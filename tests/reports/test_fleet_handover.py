"""`propledger handover --fleet`: one report over every craft, each part the same as that craft's own
handover, recorded in every readable ledger; 80-column text, Markdown, HTML with one margin chart (issue 15,
point 3). The reference is the single-craft `handover --format json` on the same ledger."""
from __future__ import annotations

import json
import os

import pytest

from ledger.services import scenario
from tests.cli.conftest import run

NAMES = ["--from", "A. Vey", "--to", "B. Kol"]


@pytest.fixture
def folder(tmp_path):
    d = tmp_path / "fleet"
    d.mkdir()
    found = scenario.bundled()
    for name in ("geo-comsat", "lunar-orbiter"):
        scenario.build(found[name], str(d / f"{name}.json"))
    (d / "junk.json").write_text("{")
    return str(d)


def test_each_part_is_that_craft_own_handover(folder):
    doc = json.loads(run("handover", "--fleet", folder, *NAMES, "--no-record", "--format", "json", check=True).stdout)
    assert [p["row"]["state"] for p in doc["craft"]] == ["unreadable", "ok", "ok"]  # attention order
    for part in doc["craft"][1:]:
        one = json.loads(run("--ledger", part["row"]["ledger"], "handover", *NAMES, "--no-record", "--format",
                             "json", check=True).stdout)
        mine = part["report"]
        assert [b["id"] for b in mine["burns"]] == [b["id"] for b in one["burns"]]
        assert [e["id"] for e in mine["other_entries"]] == [e["id"] for e in one["other_entries"]]
        assert mine["window"]["start"] == one["window"]["start"] and mine["state"] == one["state"]


def test_text_fits_80_columns_and_names_every_craft_with_the_caution(folder):
    text = run("handover", "--fleet", folder, *NAMES, "--no-record", check=True).stdout
    assert max(len(line) for line in text.splitlines()) <= 80
    for word in ("Vantrel-2", "Pallenor", "junk.json", "UNREADABLE", "Fleet overview", "Sign-off"):
        assert word in text
    assert text.count("Decision support only") == 2  # at the top and at the sign-off
    md = run("handover", "--fleet", folder, *NAMES, "--no-record", "--format", "md", check=True).stdout
    assert "## Vantrel-2" in md and "> **Caution:**" in md


def test_html_has_one_overview_chart(folder, tmp_path):
    out = tmp_path / "fleet.html"
    run("handover", "--fleet", folder, *NAMES, "--no-record", "--format", "html", "--out", str(out), check=True)
    page = out.read_text()
    assert page.count("<svg") == 1 and "attention threshold" in page and "Vantrel-2" in page
    assert "Decision support only" in page


def test_recording_appends_a_handover_to_each_readable_ledger_and_moves_its_window(folder):
    junk = open(os.path.join(folder, "junk.json"), "rb").read()
    first = json.loads(run("handover", "--fleet", folder, *NAMES, "--format", "json", check=True).stdout)
    for part in first["craft"][1:]:
        entry = part["report"]["record"]["entry"]
        log = json.loads(run("--ledger", part["row"]["ledger"], "log", "--json", check=True).stdout)
        newest = max(log, key=lambda r: r["id"])  # log is in replay order; the newest entry by id
        assert newest["id"] == entry and newest["kind"] == "handover"
    assert open(os.path.join(folder, "junk.json"), "rb").read() == junk  # nothing written to it
    again = json.loads(run("handover", "--fleet", folder, *NAMES, "--no-record", "--format", "json",
                           check=True).stdout)
    for before, after in zip(first["craft"][1:], again["craft"][1:]):
        assert after["report"]["window"]["start"] == before["report"]["window"]["end"]
        assert after["report"]["burns"] == []


@pytest.mark.parametrize("extra, words", [
    (["--from", "", "--to", "B"], "--from"),
    (["--out", "INSIDE"], "fleet folder"),
])
def test_bad_input_writes_nothing(folder, extra, words):
    extra = [os.path.join(folder, "report.txt") if x == "INSIDE" else x for x in extra]
    args = ["handover", "--fleet", folder] + (NAMES if "--from" not in extra else []) + extra
    before = {n: open(os.path.join(folder, n), "rb").read() for n in os.listdir(folder) if n.endswith(".json")}
    proc = run(*args)
    assert proc.returncode == 2 and words in proc.stderr and proc.stderr.count("propledger:") == 1
    assert {n: open(os.path.join(folder, n), "rb").read() for n in before} == before
    assert not os.path.exists(os.path.join(folder, "report.txt"))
※
Look through the entries and copy every line in which the string "page" appears.

ANSWER SECTION:
    page = out.read_text()
    assert page.count("<svg") == 1 and "attention threshold" in page and "Vantrel-2" in page
    assert "Decision support only" in page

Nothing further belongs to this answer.